# eBay horror stories!



## themacko (Jun 20, 2002)

I am so relieved, that I just had to share this with all who care to read.  As some of you know I sold my iBook on eBay back in April in preperation of getting a new iMac (woohoo!).  Well, let me tell how NOT to conduct a trade.

I sold the iBook to someone who used the 'Buy It Now!' feature on eBay.  Basically, I set the price to $1200, and this guy choose to buy it.  Fine.  He sent me the money via PayPal and that was great.  The next day I had a problem arise where I had to move, so I couldn't ship the iBook.  I sent this guy an email and told him it would be about a week late and I was sorry.  I didn't get a response.

A week later on the exact day I shipped the iBook, I get an email from the guy telling me that he has contacted the FBI, FICC, eBay, PayPal and local authorities to my acts of fraud.   I send him an email back and let him know that I did ship the iBook and it was on it's way.

Next day, I get an email from a company called SquareTrade which claims this guy opened an account with them in order to expediate my shipping of the iBook.  I respond to them with the FedEx shipping number.

For the next 2 weeks I hear nothing from this guy or from SquareTrade.  So I email him twice in the next month asking if he recieved the iBook okay.  Nothing.  The SquareTrade case closes due to him no longer participating and I forget about it.

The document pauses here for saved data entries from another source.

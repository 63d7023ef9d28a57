/** The aperiodic and peaks rows of one recording (stage fits of each estimator), appended inside its write transaction (writer.ts). */
import type { DuckDBConnection } from '@duckdb/node-api';
import type { RecordingBundle } from './bundle.ts';
import { appendColumns } from './chunks.ts';
import { tableDef } from './schema.ts';

export async function appendFitRows(c: DuckDBConnection, recordingId: string, ap: RecordingBundle['aperiodic'], pk: RecordingBundle['peaks']): Promise<void> {
  await appendColumns(c, tableDef('aperiodic'), ap.length, {
    recording_id: () => recordingId,
    channel: (i) => ap[i].channel,
    stage: (i) => ap[i].stage,
    reference: (i) => ap[i].reference,
    averaging: (i) => ap[i].averaging,
    estimator: (i) => ap[i].estimator ?? 'welch',
    method: (i) => ap[i].method,
    fit_lo_hz: (i) => ap[i].fitLoHz,
    fit_hi_hz: (i) => ap[i].fitHiHz,
    offset: (i) => ap[i].offset,
    exponent: (i) => ap[i].exponent,
    knee: (i) => ap[i].knee,
    r2: (i) => ap[i].r2,
    rmse: (i) => ap[i].rmse,
    n_peaks: (i) => ap[i].nPeaks,
  });

  await appendColumns(c, tableDef('peaks'), pk.length, {
    recording_id: () => recordingId,
    channel: (i) => pk[i].channel,
    stage: (i) => pk[i].stage,
    reference: (i) => pk[i].reference,
    averaging: (i) => pk[i].averaging,
    estimator: (i) => pk[i].estimator ?? 'welch',
    method: (i) => pk[i].method,
    center_hz: (i) => pk[i].centerHz,
    height: (i) => pk[i].height,
    bandwidth_hz: (i) => pk[i].bandwidthHz,
  });
}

Last week I get an email from PayPal claiming my account was -$1200.  This fool had reversed his payment!  I then email this guy (being more of an ass now) telling him that he needs to contact PayPal and un-reverse the $1200.  He writes back to me telling me that if I want to see my money, I need to call him and re-negotiate the price.  He tells me that if I do not call him _that day_ he will contact PayPal and request the $1200 refund be sent directly to his account.

What a joke!  Luckily, I saved all my receipts, emails and was able to enter the tracking number back into FedEx's website, where I then printed out a copy of his signature on the delivery record.  So it looks like this a-hole gets nowhere and I get my $1200 back.

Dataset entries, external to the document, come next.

/** A value or state the store refuses, naming where it was found. */
export class StoreError extends Error {
  readonly table: string | null;
  readonly column: string | null;
  readonly row: number | null;

  constructor(message: string, where: { table?: string; column?: string; row?: number } = {}) {
    const place = [
      where.table !== undefined ? `table ${where.table}` : null,
      where.column !== undefined ? `column ${where.column}` : null,
      where.row !== undefined ? `row ${where.row}` : null,
    ].filter((p) => p !== null);
    super(place.length > 0 ? `${place.join(', ')}: ${message}` : message);
    this.name = 'StoreError';
    this.table = where.table ?? null;
    this.column = where.column ?? null;
    this.row = where.row ?? null;
  }
}

/**
 * True when DuckDB or the operating system reports no room to write: a full disk (ENOSPC, "No
 * space left on device") or a file size limit reached (EFBIG, "File too large", e.g. ulimit -f).
 */
export function isDiskFull(e: unknown): boolean {
  return noRoomReason(e) !== null;
}

function noRoomReason(e: unknown): string | null {
  const code = typeof e === 'object' && e !== null ? (e as { code?: unknown }).code : undefined;
  const text = e instanceof Error ? e.message : String(e);
  if (code === 'ENOSPC' || /No space left on device|ENOSPC/i.test(text)) return 'no space left on the device';
  if (code === 'EFBIG' || /File too large|EFBIG/i.test(text)) return 'the file size limit was reached';
  return null;
}

/** No room to write the database (disk full, file size limit): the run stops; what was committed before is kept. */
export class DiskFullError extends StoreError {
  constructor(database: string, during: string, stored: number, cause: unknown) {
    super(
      `no room to write ${database}: ${noRoomReason(cause) ?? 'the disk is full'} while ${during}; the run stopped. ` +
        `The ${stored} recording${stored === 1 ? '' : 's'} of this run stored before ${stored === 1 ? 'is' : 'are'} kept; ` +
        'free some space and rerun the same command: recordings already stored are skipped.',
    );
    this.name = 'DiskFullError';
  }
}

/**
 * Another process holds the database file's lock. DuckDB (documentation, "Concurrency") lets one
 * process open a file for writing, and then no other process may open it at all; several
 * processes may read a file together when none writes.
 */
export class DatabaseBusyError extends StoreError {
  /** The explained error for DuckDB's "Could not set lock on file" failure, or null for any other error. */
  static from(database: string, readOnly: boolean, cause: unknown): DatabaseBusyError | null {
    const text = cause instanceof Error ? cause.message : String(cause);
    if (!/Could not set lock on file/i.test(text)) return null;
    const pid = /\(PID (\d+)\)/.exec(text)?.[1];
    const holder = pid ? `another process (PID ${pid})` : 'another process';
    return new DatabaseBusyError(
      readOnly
        ? `${database} is open for writing by ${holder}, e.g. a bandwise ingest or merge still running. ` +
            'A DuckDB database that one process writes cannot be read by any other until the writer has finished; ' +
            'wait for it to end, then run this again (or read another, finished database).'
        : `${database} is in use by ${holder}: another bandwise ingest or merge writing it, or a reader (compare, band-check, ` +
            'report, Python, R) holding it open. DuckDB lets only one process write a database, with no other process ' +
            'reading it meanwhile; wait until that process has finished, or write to another file.',
    );
  }

  private constructor(message: string) {
    super(message);
    this.name = 'DatabaseBusyError';
  }
}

We'll see .. I'm still a bit scared about the whole ordeal, but can you believe the balls of this guy?  He's basically holding my $1200 for ransom!  If I wasn't organized I would potentially be screwed.  I just can't believe how dishonest some people are....  

Sorry that took so long to explain, but I'd love to hear any eBay (or other online merchant) horror stories you may have personally had.


----------



## xaqintosh (Jun 20, 2002)

people like that shouldn't be allowed on ebay, they disgrace the whole system


----------



## edX (Jun 20, 2002)

sounds like a rough deal indeed. but i have to admit i can partially see his side. If he was willing to pay full price to 'buy it now', he may have had a reason for wanting to get it asap. when you failed to deliver on that, his needs weren't met and so it would have been reasonable for him to be upset at paying that much.

I think it is also fair to say that he took his inconvience to an extreme that was not called for. He could have simply cancelled the transaction with you after you let him know it would be late. that is the big problem with ebay and other online classifieds - most times you have no idea who you are dealing with or their level of rational thinking/actions.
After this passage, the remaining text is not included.